In this collaboration, Paradigm will utilize its extensive Paradigm Network, comprising a diverse range of health systems, where Paradigm's software is already streamlining clinical trial recruitment and operational processes. Bristol Myers Squibb intends to tap into this network to enroll patients seamlessly from various healthcare providers within the Paradigm Network.
Traditional administrative challenges associated with running clinical trials have often led to limited accessibility and uneven patient enrollment. Presently, less than five percent of cancer patients participate in clinical trials during their treatment journeys.

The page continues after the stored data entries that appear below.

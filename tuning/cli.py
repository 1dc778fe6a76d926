"""The ``carbfleet`` command: parses arguments, calls one function per verb, sets the exit code.

Exit codes: 0 success, 1 build failure, 2 user error (bad file, value or name).
"""

from __future__ import annotations

import argparse
import contextlib
import os
import signal
import sys

from tuning import __version__
from tuning.display import N_
from tuning.errors import CarbfleetError, UserError

EXIT_OK, EXIT_BUILD, EXIT_USER = 0, 1, 2


# --- display units and language ----------------------------------------------------------
def add_display_options(p, event_file: bool = True) -> None:
    """``--units`` and ``--language``: what people read; the JSON and CSV files stay SI."""
    from tuning.display import LANGUAGES, UNIT_SYSTEMS

    wins = "; wins over units in the event file" if event_file else ""
    p.add_argument(
        "--units",
        choices=UNIT_SYSTEMS,
        default=None,
        help="units of what is shown: metric (degC, m, hPa; the default) or us (degF, ft, inHg)"
        f"{wins}. JSON and CSV files stay SI, with the unit in each column name",
    )
    wins = "; wins over language in the event file" if event_file else ""
    p.add_argument(
        "--language",
        choices=LANGUAGES,
        default=None,
        help=f"language of what is shown: en (the default) or de (German, decimal comma){wins}",
    )


def _plain(display, value) -> str:
    """A number as the plan document holds it (``172.5``, ``0.9323``), with the language's decimal
    separator; text (a jet number as stamped) unchanged."""
    if isinstance(value, bool) or not isinstance(value, (int, float)):
        return str(value)
    text = f"{value:g}".replace("-", "−")
    return text.replace(".", ",") if display.language == "de" else text


# --- air -------------------------------------------------------------------------------
def add_air_parser(sub) -> None:
    p = sub.add_parser(
        "air",
        help="air state for one condition",
        description="Air state at a site: station pressure, humidity, moist and dry-air density, "
        "pressure and density altitude, SAE J1349 power correction, carburetor icing risk. "
        "Values may carry a unit in quotes ('4400 ft', '75 degF', '29.92 inHg', '40 %'); bare numbers "
        "are m, degC, hPa and %, whatever --units says (--units chooses how the table shows them). "
        "Give exactly one pressure and one humidity.",
    )
    p.add_argument("--elevation", metavar="VALUE", help="site elevation above mean sea level (bare number: m)")
    p.add_argument("--temperature", metavar="VALUE", help="air temperature (bare number: degC)")
    p.add_argument("--qnh", metavar="VALUE", help="altimeter setting QNH (bare number: hPa)")
    p.add_argument("--station-pressure", metavar="VALUE", help="pressure at the site itself (bare number: hPa)")
    p.add_argument(
        "--sea-level-pressure",
        metavar="VALUE",
        help="pressure reduced to mean sea level, as forecasts give it (bare number: hPa)",
    )
    p.add_argument("--relative-humidity", metavar="VALUE", help="relative humidity over water (bare number: %%)")
    p.add_argument("--dew-point", metavar="VALUE", help="dew point (bare number: degC)")
    p.add_argument(
        "--json",
        action="store_true",
        help="print one JSON object instead of a table (SI, the unit in each key, whatever --units says)",
    )
    add_display_options(p, event_file=False)
    p.set_defaults(func=cmd_air)


def _air_option(args, dest, quantity=None):
    """Read one ``carbfleet air`` option in SI; ``None`` if absent; UserError if bad.

    ``quantity`` names its accepted range in ``tuning.config.quantities.AIR_COMMAND_RANGES``
    (whose unit is also a bare number's).
    """
    from tuning.config.quantities import AIR_COMMAND_RANGES
    from tuning.config.units import UnitProblem, parse_quantity, unit_label
    from tuning.errors import UserError

    text = getattr(args, dest)
    if text is None:
        return None
    accepted = AIR_COMMAND_RANGES[quantity or dest]
    default_unit = accepted.unit
    option = "--" + dest.replace("_", "-")
    try:
        value = parse_quantity(text.strip(), default_unit)
        shown = parse_quantity(text.strip(), default_unit, default_unit)
    except UnitProblem as problem:
        example = {"elevation": "1340 m", "temperature": "24 degC", "relative_humidity": "40 %", "dew_point": "10 degC"}
        told = any(words in str(problem) for words in ("give it in", "write it as", "such as"))
        hint = "" if told else f"; give a number and a unit, e.g. '{example.get(dest, '1016 hPa')}'"
        raise UserError(f"{option}: {problem}{hint}") from None
    if not accepted.low <= shown <= accepted.high:
        raise UserError(
            f"{option}: expected {accepted.low:g} to {accepted.high:g} {unit_label(default_unit)}, got {text!r}; "
            "check the value and its unit"
        )
    bare = text.strip().lstrip("+-").replace(".", "", 1).isdigit()  # a number without unit
    if dest == "relative_humidity" and 0.0 < shown < 1.0 and bare:
        print(
            f"carbfleet air: note: {option} {text.strip()} was read as {shown:g} %; "
            f"for a fraction of {shown:g} write {shown * 100:g}",
            file=sys.stderr,
        )
    return value
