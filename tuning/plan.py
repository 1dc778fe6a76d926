"""The jetting plan: settings for every bike and session, chosen across the weather window.

:func:`make_plan` turns a resolved :class:`~tuning.config.model.Fleet` and
:class:`~tuning.config.model.Event` into the plan document (``carbfleet-plan/1``, JSON-ready,
described by ``tuning/schemas/recommendations.schema.json``); :func:`write_plan_files`
writes ``recommendations.json``, ``recommendations.csv`` and ``pick-list.csv``.

Everything is computed over arrays of shape (entries, hours), an entry being one
bike × session; a Python loop only formats the document.

Choices documented here (where DESIGN.md is silent)
----------------------------------------------------
* Loss. For a delivered area factor :math:`f_d` and the required factor :math:`f_r` of an
  hour, the predicted mixture deviates from the reference by :math:`\\delta = f_r/f_d - 1`
  (positive = lean). The loss of a size over the window is :math:`\\sum_h w\\,\\delta_h^2`
  with :data:`LEAN_WEIGHT` = 4 for lean and :data:`RICH_WEIGHT` = 1 for rich hours (our
  choice: err rich). Exact ties go to the richer size.
* Lean guard. Sizes whose number is below the family size nearest to the window's largest
  ideal (ties to the larger) are not considered, so no hour is leaner than half a jet step;
  where the family has no such size, ``ideal-outside-family`` is raised.
* The mixture curve is drawn for the session's *leanest* hour (largest required factor),
  named in ``mixture_curve.time``; circuits are blended in fuel flow (harmonic in AFR).
* Re-jet temperatures hold the session's mean station pressure and mean relative humidity;
  they are where the single-hour choice switches to the neighbouring size.
* ``power_vs_reference_pct`` is the expected power as a percentage of the power at the
  reference (100 × CF_ref / CF_event, SAE J1349 factors), averaged over the session.
* Premix: the bike's premix ratio applies both at the reference and at the event (it cancels
  unless :func:`required_area_factor` is given different ratios).
* Needle clip: chosen after the main jet, on the loss over the hours and the openings
  1/4, 3/8, 1/2, 5/8, 3/4 (:data:`MID_RANGE_OPENINGS`), the slide lift being the opening times
  the bore. With geometry (needle not ``assumed``, needle-jet bore known, diameter-coded main)
  the delivered factor is the series area (annulus, main jet) against the current one; else
  each groove changes the annulus by :data:`tuning.carb.ASSUMED_GROOVE_AREA_STEP` (10 %, from
  memory) and the annulus is taken equal in area to the main jet, so both count with
  exponent ½ (the series law for equal areas). A groove that would leave any of those
  openings, in any hour, more than :data:`CLIP_LEAN_LIMIT` (2 %) leaner than the reference
  mixture is not chosen, whatever its loss (the taper can make one groove lean at a single
  opening while rich elsewhere).
* Pilot jet and screw: the screw comes first, since turning it takes seconds and a pilot
  jet means taking the float bowl off. When the fitted pilot, trimmed with the screw in
  quarter turns (:data:`tuning.carb.ASSUMED_SCREW_EFFECT_PER_TURN`, 10 % per turn, from
  memory; air screw out = leaner, fuel screw out = richer), reaches the best mixture within
  the screw's usable range, the pilot stays. Otherwise the pilot size is chosen by the same
  loss as the main jet and the screw trims the rest; where that trim leaves the usable range,
  the next pilot size toward the need (with its best in-range screw) is taken if its loss is
  smaller; otherwise the screw stays at its best in-range position.
* Mixture curve: per circuit, reference AFR × required / delivered factor, with the circuits'
  delivered fuel blended by :func:`tuning.carb.circuit_weights`; the current settings deliver
  factor 1 in every circuit (they were proven at the reference).
* Stock: the fitted jet counts as available for ``stock_choice``. The pick list counts, per
  bike, each recommended (family, size) that differs from the fitted one, once across sessions.
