_TOP_KEYS = _keys("zsplan", "title", "supply", "defaults", "drawing", "boards",
                  "circuits", "settings")
_SUPPLY_KEYS = _keys("u0", "earthing", "ze", "cmin", "electrode", "private")
_DEFAULT_KEYS = _keys("ceiling", "allowance", "extra", "ambient", "test_temperature",
                      "run", "cable", "cpc_with_line")
_DRAWING_KEYS = _keys("floorplan", "scale", "units_per_metre", "calibrate",
                      "routes_layer")
_CALIBRATE_KEYS = _keys("from", "to", "length")
_BOARD_KEYS = _keys("ref", "at", "height", "fed_from")
_FED_KEYS = _keys("board", "cable", "length", "device", "load", "method", "phases",
                  "ambient", "rcd", "rcd_type")
_CIRCUIT_KEYS = _keys("ref", "board", "name", "use", "topology", "device", "rcd",
                      "cable", "ambient", "load", "run", "route", "outlets",
                      "allowance", "extra", "ceiling", "test_temperature", "method",
                      "insulation_length", "phases", "rcd_fault_protection", "rcd_type")
_DEVICE_KEYS = _keys("type", "curve", "rating", "standard", "family")
_CABLE_KEYS = _keys("line", "cpc", "material", "temp_rating", "cpc_with_line",
                    "insulation", "construction")
_OUTLET_KEYS = _keys("at", "height", "name", "kind")
_SETTINGS_KEYS = _keys("tight", "alpha", "test_limit", "vdrop_lighting",
                       "vdrop_other", "vdrop_load", "group_distance", "group_min_length",
                       "grouping")

#: the outlet kind a circuit's outlets take when none is given
_KIND_OF_USE = {"sockets": "socket", "lighting": "light", "fixed": "fixed",
                "distribution": "fixed"}

_SCALE = re.compile(r"^\s*(\d+(?:\.\d*)?|\.\d+)\s*:\s*(\d+(?:\.\d*)?|\.\d+)\s*$")


# --- public entry points -----------------------------------------------------

def load_plan(path, *, max_bytes: int = MAX_PLAN_BYTES) -> Plan:
    """Read and validate the plan file at ``path``.

    The file must be a regular file of at most ``max_bytes`` bytes: its size
    is checked before it is read and again while reading (so a special file
    such as ``/dev/zero``, or a file that grows, is bounded too).

    Parameters
    ----------
    path : str or os.PathLike
        The plan file (YAML, format version 1).  A floor plan named in it is
        looked for relative to the plan file's folder.
    max_bytes : int, optional
        Largest file accepted. [byte]

    Returns
    -------
    zsplan.model.Plan

    Raises
    ------
    zsplan.errors.PlanError
        Listing every problem found, each naming the file, the key path, the
        line and what was expected.
    """
    try:
        name = os.fspath(path)
    except TypeError:
        raise PlanError(Problem(_shown_name(path), "expected the path of a plan file (YAML)")) from None
    if isinstance(name, bytes):
        name = os.fsdecode(name)
    p = Path(name)
    text = _read_text(name, max_bytes)
    return load_plan_text(text, file=name, base_dir=p.parent)
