/// The header line of `chips.csv`.
pub fn chips_csv_header(axis_paths: &[String]) -> Vec<u8> {
    chips_csv_header_with(axis_paths, false)
}

/// The header line of `chips.csv`, with the program-and-verify columns when `programming`.
pub fn chips_csv_header_with(axis_paths: &[String], programming: bool) -> Vec<u8> {
    let mut header = vec!["point".to_string()];
    header.extend(axis_paths.iter().cloned());
    header.extend(CHIP_COLUMNS.map(String::from));
    header.extend(FAILURE_COLUMNS.map(String::from));
    if programming {
        header.extend(PROGRAM_CHIP_COLUMNS.map(String::from));
    }
    to_bytes(vec![header])
}

/// The `chips.csv` rows of `rows` (chips of point `point` with parameter values `params`).
pub fn chip_rows_csv<'a>(
    point: usize,
    params: &[f64],
    rows: impl IntoIterator<Item = &'a ChipRow>,
) -> Vec<u8> {
    let lines = rows
        .into_iter()
        .map(|c| {
            let mut row = vec![point.to_string()];
            row.extend(params.iter().map(|v| fmt(*v)));
            row.extend([
                c.chip.to_string(),
                fmt(c.accuracy),
                fmt(c.agreement),
                c.ambiguous.to_string(),
                c.nonconverged.to_string(),
                c.samples.to_string(),
                opt(c.decision_time_mean_s),
                opt(c.energy_mean_j),
            ]);
            row.extend(FailureKind::ALL.map(|k| c.failed.get(k).to_string()));
            if let Some(p) = &c.programming {
                row.extend([
                    p.elements.to_string(),
                    p.cycles.to_string(),
                    p.unverified.to_string(),
                    fmt(p.time_s),
                ]);
            }
            row
        })
        .collect();
    to_bytes(lines)
}

/// Read one line of a chip file (a `chips.csv` row) back: the row after the point and its
/// `n_params` parameter cells. The inverse of [`chip_rows_csv`] (floats are written as their
/// shortest round-trip decimal, so they read back to the same bits).
pub fn parse_chip_line(line: &str, n_params: usize) -> Option<ChipRow> {
    let cells: Vec<&str> = line.trim_end_matches(['\r', '\n']).split(',').collect();
    let c = cells.get(1 + n_params..)?;
    let fixed = CHIP_COLUMNS.len() + FAILURE_COLUMNS.len();
    if c.len() != fixed && c.len() != fixed + PROGRAM_CHIP_COLUMNS.len() {
        return None;
    }
    let float = |t: &str| -> Option<f64> {
        if t.is_empty() {
            Some(f64::NAN)
        } else {
            t.parse().ok()
        }
    };
    let maybe = |t: &str| -> Option<Option<f64>> {
        if t.is_empty() {
            Some(None)
        } else {
            t.parse().ok().map(Some)
        }
    };
    Some(ChipRow {
        chip: c[0].parse().ok()?,
        accuracy: float(c[1])?,
        agreement: float(c[2])?,
        ambiguous: c[3].parse().ok()?,
        nonconverged: c[4].parse().ok()?,
        samples: c[5].parse().ok()?,
        decision_time_mean_s: maybe(c[6])?,
        energy_mean_j: maybe(c[7])?,
        failed: FailureCounts {
            not_converged: c[8].parse().ok()?,
            out_of_supply_compliance: c[9].parse().ok()?,
            weight_stage: c[10].parse().ok()?,
            noise: c[11].parse().ok()?,
        },
        programming: match c.get(fixed..) {
            Some([e, n, u, t]) => Some(ChipProgramming {
                elements: e.parse().ok()?,
                cycles: n.parse().ok()?,
                unverified: u.parse().ok()?,
                time_s: t.parse().ok()?,
            }),
            _ => None,
        },
    })
}
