/// How chips evaluate the hidden normaliser.
#[derive(Clone, Copy, Debug, PartialEq, Eq, Serialize, Deserialize)]
#[serde(rename_all = "snake_case")]
pub enum HiddenCircuitKind {
    ClosedForm,
    CurrentWta,
    DiffPair,
}

impl Default for HiddenCfg {
    fn default() -> Self {
        Self {
            units: 0,
            // 4: the current-mode WTA circuit follows its I^g law from about g = 2.5 with the
            // default sizes and bias (pipeline::check_hidden_wta refuses below); 2 did not.
            exponent: 4.0,
            bias_current: Q::new(100e-9),
            seed: 1,
            circuit: HiddenCircuitKind::ClosedForm,
            weights_file: None,
        }
    }
}

/// Which competition circuit decides.
#[derive(Clone, Copy, Debug, PartialEq, Eq, Serialize, Deserialize)]
#[serde(rename_all = "snake_case")]
pub enum CircuitKind {
    /// Current-mode WTA (two transistors per cell, shared node).
    CurrentWta,
    /// Multi-input differential pair (voltage-mode soft WTA) fed through diode-connected devices.
    DiffPair,
    /// Current-mode WTA with hysteresis: `feedback` of each cell's output current mirrored back
    /// into its input (keys `feedback`, `mirror`).
    HystereticWta,
    /// Exact argmax of the weight-stage output currents (no competition circuit).
    Argmax,
    /// k-winners WTA: the current-mode WTA with each cell's output limited to
    /// `unit_current` and the bias at (k - 1/2) units; accuracy is top-k accuracy.
    KWinners,
    /// A tree of current-mode WTAs of `fan_in` lines each.
    Cascade,
    /// Ranking by repeated maximum: one current-mode WTA decides k times, each winner
    /// removed; accuracy is top-k accuracy.
    RepeatedMax,
}

/// How the decision is evaluated.
#[derive(Clone, Copy, Debug, PartialEq, Eq, Serialize, Deserialize)]
#[serde(rename_all = "snake_case")]
pub enum EvaluationKind {
    /// Static (DC) operating point; noise as an input-referred draw over `noise_bandwidth`.
    Dc,
    /// Transient from a reset state with node capacitances; time and energy per decision.
    Transient,
}

/// `[competition]`: the WTA stage.
#[derive(Clone, Debug, PartialEq, Serialize, Deserialize)]
#[serde(deny_unknown_fields, default)]
pub struct CompetitionCfg {
    pub circuit: CircuitKind,
    /// Bias (tail) current of the competition stage.
    pub bias_current: Q<Current>,
    /// Current-mode WTA: the input (sink) transistor of each cell.
    pub sink: SizeCfg,
    /// Current-mode WTA: the output transistor of each cell; diff pair: the input transistors.
    pub output: SizeCfg,
    /// Competition gain kappa/sigma; when given, it sets the drain coupling of the stage's
    /// transistors (overriding the process's Early voltage).
    #[serde(skip_serializing_if = "Option::is_none")]
    pub gain: Option<f64>,
    /// Voltage of the output nodes (drains of the output transistors); absent = supply.
    #[serde(skip_serializing_if = "Option::is_none")]
    pub output_voltage: Option<Q<Voltage>>,
    /// Per-decision shot noise of the input currents over `noise_bandwidth`.
    pub noise: bool,
    /// Noise bandwidth; absent = each input node's single-pole equivalent noise bandwidth
    /// kappa I / (4 C U_T) with C = `node_capacitance`.
    #[serde(skip_serializing_if = "Option::is_none")]
    pub noise_bandwidth: Option<Q<Frequency>>,
    /// A decision is ambiguous when the winner's share is below this ...
    pub min_winner_share: f64,
    /// ... or the runner-up's share is above this.
    pub max_runner_up_share: f64,
    pub evaluation: EvaluationKind,
    /// Node capacitance of each input node (transient).
    pub node_capacitance: Q<Capacitance>,
    /// Capacitance of the common node (transient).
    pub common_capacitance: Q<Capacitance>,
    /// Time at which the decision is read (transient); absent = run until settled.
    #[serde(skip_serializing_if = "Option::is_none")]
    pub read_time: Option<Q<Time>>,
    /// Transient with `noise`: the decision is taken once it has held this long (same winner,
    /// inside the decision rule); absent = 10 time scales C U_T / (kappa I_mean).
    #[serde(skip_serializing_if = "Option::is_none")]
    pub hold_time: Option<Q<Time>>,
    /// Diff pair fed through resistors instead of diode-connected devices: the resistance.
    #[serde(skip_serializing_if = "Option::is_none")]
    pub input_resistance: Option<Q<Resistance>>,
    /// Diff pair with resistor inputs: the voltage at zero input current.
    pub resistor_reference: Q<Voltage>,
    /// Hysteretic WTA: the fraction of each cell's output current mirrored back into its
    /// input (required with `circuit = "hysteretic_wta"`).
    #[serde(skip_serializing_if = "Option::is_none")]
    pub feedback: Option<f64>,
    /// Hysteretic WTA: the feedback mirror's diode (PMOS; the feedback device has `feedback`
    /// times its width); absent = 2 um x 2 um.
    #[serde(skip_serializing_if = "Option::is_none")]
    pub mirror: Option<SizeCfg>,
    /// `k_winners` and `repeated_max`: the number of winners, 1 to classes - 1 (accuracy is
    /// then top-k accuracy).
    #[serde(skip_serializing_if = "Option::is_none")]
    pub k: Option<u64>,
    /// `k_winners`: each cell's largest output current; absent = `bias_current`.
    #[serde(skip_serializing_if = "Option::is_none")]
    pub unit_current: Option<Q<Current>>,
    /// `k_winners`: the PMOS output limiter of each cell; absent = the `output` size.
    #[serde(skip_serializing_if = "Option::is_none")]
    pub limiter: Option<SizeCfg>,
    /// `cascade`: lines per group of the tree (at least 2; one that does not divide the
    /// classes leaves unused slots, reported).
    #[serde(skip_serializing_if = "Option::is_none")]
    pub fan_in: Option<u64>,
    /// `cascade`: the replica copying a group's winner to the next level; absent = `sink`.
    #[serde(skip_serializing_if = "Option::is_none")]
    pub copy: Option<SizeCfg>,
    /// `cascade`: the replica's drain voltage; absent = half the supply.
    #[serde(skip_serializing_if = "Option::is_none")]
    pub copy_drain_voltage: Option<Q<Voltage>>,
}
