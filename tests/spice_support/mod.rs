//! Shared by the ngspice cross-checks: whether ngspice is there (required under HARDMAX_CI), and
//! one batch run of a deck in a fresh folder.

use std::process::Command;

/// Whether `ngspice` runs; without it the check named `what` is skipped, except under
/// HARDMAX_CI, where CI must run it.
pub fn ngspice_available(what: &str) -> bool {
    let ok = Command::new("ngspice")
        .arg("--version")
        .output()
        .map(|o| o.status.success())
        .unwrap_or(false);
    if !ok {
        assert!(
            std::env::var_os("HARDMAX_CI").is_none(),
            "ngspice is not installed but HARDMAX_CI is set: CI must run this cross-check"
        );
        eprintln!("ngspice not on PATH: {what} skipped");
    }
    ok
}

/// Run the deck `text` as `NAME.cir` in batch mode in a temporary folder and return the text
/// of the `NAME.raw` it writes (the deck's `.control` block names that file).
#[allow(dead_code)]
pub fn run_ngspice(name: &str, text: &str) -> String {
    let tmp = tempfile::tempdir().unwrap();
    let cir = tmp.path().join(format!("{name}.cir"));
    std::fs::write(&cir, text).unwrap();
    let o = Command::new("ngspice")
        .current_dir(tmp.path())
        .args(["-b"])
        .arg(&cir)
        .output()
        .unwrap();
    assert!(
        o.status.success(),
        "ngspice failed: {}",
        String::from_utf8_lossy(&o.stderr)
    );
    std::fs::read_to_string(tmp.path().join(format!("{name}.raw"))).unwrap()
}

This sluggish process delays the introduction of new treatments to the market and denies millions of individuals the opportunity to benefit from clinical trials.
In response to this challenge, Paradigm has committed to establish an entirely fresh clinical trial operational ecosystem. In collaboration with Bristol Myers Squibb, the organizations will tailor trial protocols to align with the practical constraints of community healthcare provider organizations. Notably, Paradigm initially introduced its clinical trial software platform to community healthcare providers, who play a pivotal role in caring for cancer patients and individuals with other serious conditions. These providers serve patient populations that closely mirror the overall demographics of the United States. this effort has empowered patients with clinical trial options as part of their care while reducing the workload of healthcare staff involved in the trials.